# RationalFunction R¶

Utilities that provide the same top-level manipulations on fractions than on polynomials.

coerce: R -> Fraction Polynomial R

`coerce(r)` returns `r` viewed as a rational function over `R`.

eval: (Fraction Polynomial R, Equation Fraction Polynomial R) -> Fraction Polynomial R

`eval(f, v = g)` returns `f` with `v` replaced by `g`. Error: if `v` is not a symbol.

eval: (Fraction Polynomial R, List Equation Fraction Polynomial R) -> Fraction Polynomial R

`eval(f, [v1 = g1, ..., vn = gn])` returns `f` with each `vi` replaced by `gi` in parallel, i.e. `vi``'s` appearing inside the `gi``'s` are not replaced. Error: if any `vi` is not a symbol.

eval: (Fraction Polynomial R, List Symbol, List Fraction Polynomial R) -> Fraction Polynomial R

`eval(f, [v1, ..., vn], [g1, ..., gn])` returns `f` with each `vi` replaced by `gi` in parallel, i.e. `vi``'s` appearing inside the `gi``'s` are not replaced.
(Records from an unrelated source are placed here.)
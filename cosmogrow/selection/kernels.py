"""The compiled loops of the selection correction (`_kernels.c`), called through ctypes.

`AVAILABLE` is False when the extension was not built (no C compiler at install time) or when the
environment sets COSMOGROW_NUMPY_SELECTION=1; callers then use their numpy code, which gives the same
numbers (the single-cut terms bit for bit, the orthant to < 1e-12 in log P; tested) more slowly.
Each function takes arrays of any shape that broadcasts to (rows, cols) with objects on the last
axis, and writes into `out` (a float array whose last axis is contiguous).
"""

import ctypes
import importlib.util
import os

import numpy as np

from .probit import _COEF, _GAUSS_LEGENDRE, _LO, _N_CELLS, _ORDERS, _RHO_SWITCH, _STEP

_P, _N = ctypes.c_void_p, ctypes.c_ssize_t
_TABLE = np.ascontiguousarray(_COEF.T)  # (cells, 4): one cell's coefficients side by side
#: Gauss-Legendre nodes on [0, 1] and half weights, per order, kept alive for the library
_RULES = {order: (np.ascontiguousarray(0.5 * (nodes + 1.0)), np.ascontiguousarray(0.5 * weights))
          for order, (nodes, weights) in _GAUSS_LEGENDRE.items()}


def _load():
    if os.environ.get("COSMOGROW_NUMPY_SELECTION") == "1":
        return None
    spec = importlib.util.find_spec(f"{__package__}._kernels")
    if spec is None or not spec.origin or not spec.origin.endswith((".so", ".pyd", ".dylib")):
        return None
    try:
        lib = ctypes.CDLL(spec.origin)
    except OSError:
        return None
    arrays = (_P, _N, _N)
    lib.cg_set_table.argtypes = (_P, _N, ctypes.c_double, ctypes.c_double)
    lib.cg_log_phi.argtypes = (_N, _P, _P)
    lib.cg_cut_observed.argtypes = (_N, _N) + arrays * 3 + (_P, _P, _P, _N)
    lib.cg_cut_intrinsic.argtypes = (_N, _N) + arrays * 3 + (_P,) * 4 + (ctypes.c_int, _P, _N)
    lib.cg_set_rule.argtypes = (ctypes.c_int, ctypes.c_int, _P, _P)
    lib.cg_set_rho_limits.argtypes = (ctypes.c_double, ctypes.c_double)
    lib.cg_orthant_independent.argtypes = (_N, _P, _P, _P, ctypes.c_int, _P)
    lib.cg_two_cuts.argtypes = (ctypes.c_int, _N, _N) + arrays * 3 + (_P,) * 7 + (_N,)
    for name in ("cg_set_table", "cg_log_phi", "cg_cut_observed", "cg_cut_intrinsic", "cg_set_rule",
                 "cg_set_rho_limits"):
        getattr(lib, name).restype = None
    lib.cg_orthant_independent.restype = lib.cg_two_cuts.restype = ctypes.c_int
    lib.cg_set_table(_TABLE.ctypes.data, _N_CELLS, _LO, 1.0 / _STEP)
    for slot, (order, (nodes, half_weights)) in enumerate(sorted(_RULES.items())):
        lib.cg_set_rule(slot, order, nodes.ctypes.data, half_weights.ctypes.data)
    lib.cg_set_rho_limits(_RHO_SWITCH, _ORDERS[0][0])
    return lib


_LIB = _load()
AVAILABLE = _LIB is not None


def _address(a):
    return a.__array_interface__["data"][0]


def _strided(value, keep):
    """(address, row stride, column stride) in elements of a float array of ndim <= 2 broadcast over
    (rows, cols); `keep` holds converted arrays alive until the call returns."""
    a = np.asarray(value, dtype=float)
    if a.ndim == 0:
        a = a.reshape(1)
    keep.append(a)
    item = a.itemsize
    if a.ndim == 1:
        return _address(a), 0, (a.strides[0] // item if a.shape[0] > 1 else 0)
    return (_address(a), a.strides[0] // item if a.shape[0] > 1 else 0,
            a.strides[1] // item if a.shape[1] > 1 else 0)


def _contiguous(value, n):
    return np.ascontiguousarray(np.broadcast_to(np.asarray(value, dtype=float), (n,)))


def _grid(out):
    """(rows, cols, row stride) of an output array of ndim 1 or 2 with a contiguous last axis."""
    if out.ndim == 1:
        return 1, out.shape[0], 0
    return out.shape[0], out.shape[1], out.strides[0] // out.itemsize


def usable(*arrays, out_shape):
    """Whether the compiled path takes these inputs for an output of out_shape: at most 2-d, and
    broadcasting to exactly that shape (the loops read by strides and must not run past an array)."""
    if not AVAILABLE or len(out_shape) > 2 or any(np.ndim(a) > 2 for a in arrays):
        return False
    try:
        return np.broadcast_shapes(out_shape, *(np.shape(a) for a in arrays)) == tuple(out_shape)
    except ValueError:
        return False


def log_phi(x):
    """log Φ(x) of a float array, as `probit.log_phi`."""
    x = np.ascontiguousarray(x, dtype=float)
    out = np.empty_like(x)
    _LIB.cg_log_phi(x.size, _address(x), _address(out))
    return out


class PerObject:
    """Per-object arrays of one group, contiguous, with their addresses taken once."""

    def __init__(self, arrays, n):
        self.arrays = tuple(_contiguous(a, n) for a in arrays)  # kept alive for the addresses
        self.addresses = tuple(_address(a) for a in self.arrays)


def cut_observed(mu, delta, var, per_object, out):
    """out = -log Φ((mu + (delta - lim)) / sqrt(var + spread_free)) (one observed-mass cut);
    per_object: PerObject of (lim, spread_free)."""
    rows, cols, out_r = _grid(out)
    keep = []
    _LIB.cg_cut_observed(rows, cols, *_strided(mu, keep), *_strided(delta, keep), *_strided(var, keep),
                         *per_object.addresses, _address(out), out_r)
    return out


def cut_intrinsic(mu, delta, var, per_object, numerator, out):
    """out = num - log Φ((mu - lim)/sqrt(var + w2)) (one intrinsic-mass cut; see GroupTerms);
    per_object: PerObject of (lim, w2, m_obs, e2)."""
    rows, cols, out_r = _grid(out)
    keep = []
    _LIB.cg_cut_intrinsic(rows, cols, *_strided(mu, keep), *_strided(delta, keep), *_strided(var, keep),
                          *per_object.addresses, int(bool(numerator)), _address(out), out_r)
    return out


def orthant_independent(h, k, rho, log_h, log_k, order):
    """log P(X > h, Y > k) for 1-d arrays with rho < 0.925 (Plackett from rho = 0), clipped to
    Slepian's bounds: the `independent` branch of `probit.log_upper_orthant` (log_h, log_k are
    recomputed inside)."""
    arrays = [np.ascontiguousarray(a, dtype=float) for a in (h, k, rho)]
    out = np.empty(arrays[0].shape)
    if _LIB.cg_orthant_independent(out.size, *(_address(a) for a in arrays), order, _address(out)):
        raise ValueError(f"no compiled Gauss-Legendre rule of order {order}")
    return out


#: kind codes of cg_two_cuts
TWO_CUT_KINDS = {"oo": 0, "io": 1, "ii": 2}


def two_cuts(kind, mu, delta, var, per_object, out):
    """out = log numerator - log normaliser of two cuts per object (kind "oo", "io" or "ii");
    per_object: PerObject of (lim_a, lim_b, w2a, w2b, m_obs, e2). Returns False (out undefined)
    when a correlation reaches 0.925, where the caller's numpy code must be used."""
    rows, cols, out_r = _grid(out)
    keep = []
    status = _LIB.cg_two_cuts(TWO_CUT_KINDS[kind], rows, cols, *_strided(mu, keep), *_strided(delta, keep),
                              *_strided(var, keep), *per_object.addresses, _address(out), out_r)
    return status == 0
eval: (Fraction Polynomial R, Symbol, Fraction Polynomial R) -> Fraction Polynomial R

`eval(f, v, g)` returns `f` with `v` replaced by `g`.

mainVariable: Fraction Polynomial R -> Union(Symbol, failed)

`mainVariable(f)` returns the highest variable appearing in the numerator or the denominator of `f`, “failed” if `f` has no variables.

multivariate: (Fraction SparseUnivariatePolynomial Fraction Polynomial R, Symbol) -> Fraction Polynomial R

`multivariate(f, v)` applies both the numerator and denominator of `f` to `v`.

univariate: (Fraction Polynomial R, Symbol) -> Fraction SparseUnivariatePolynomial Fraction Polynomial R

`univariate(f, v)` returns `f` viewed as a univariate rational function in `v`.

variables: Fraction Polynomial R -> List Symbol

`variables(f)` returns the list of variables appearing in the numerator or the denominator of `f`.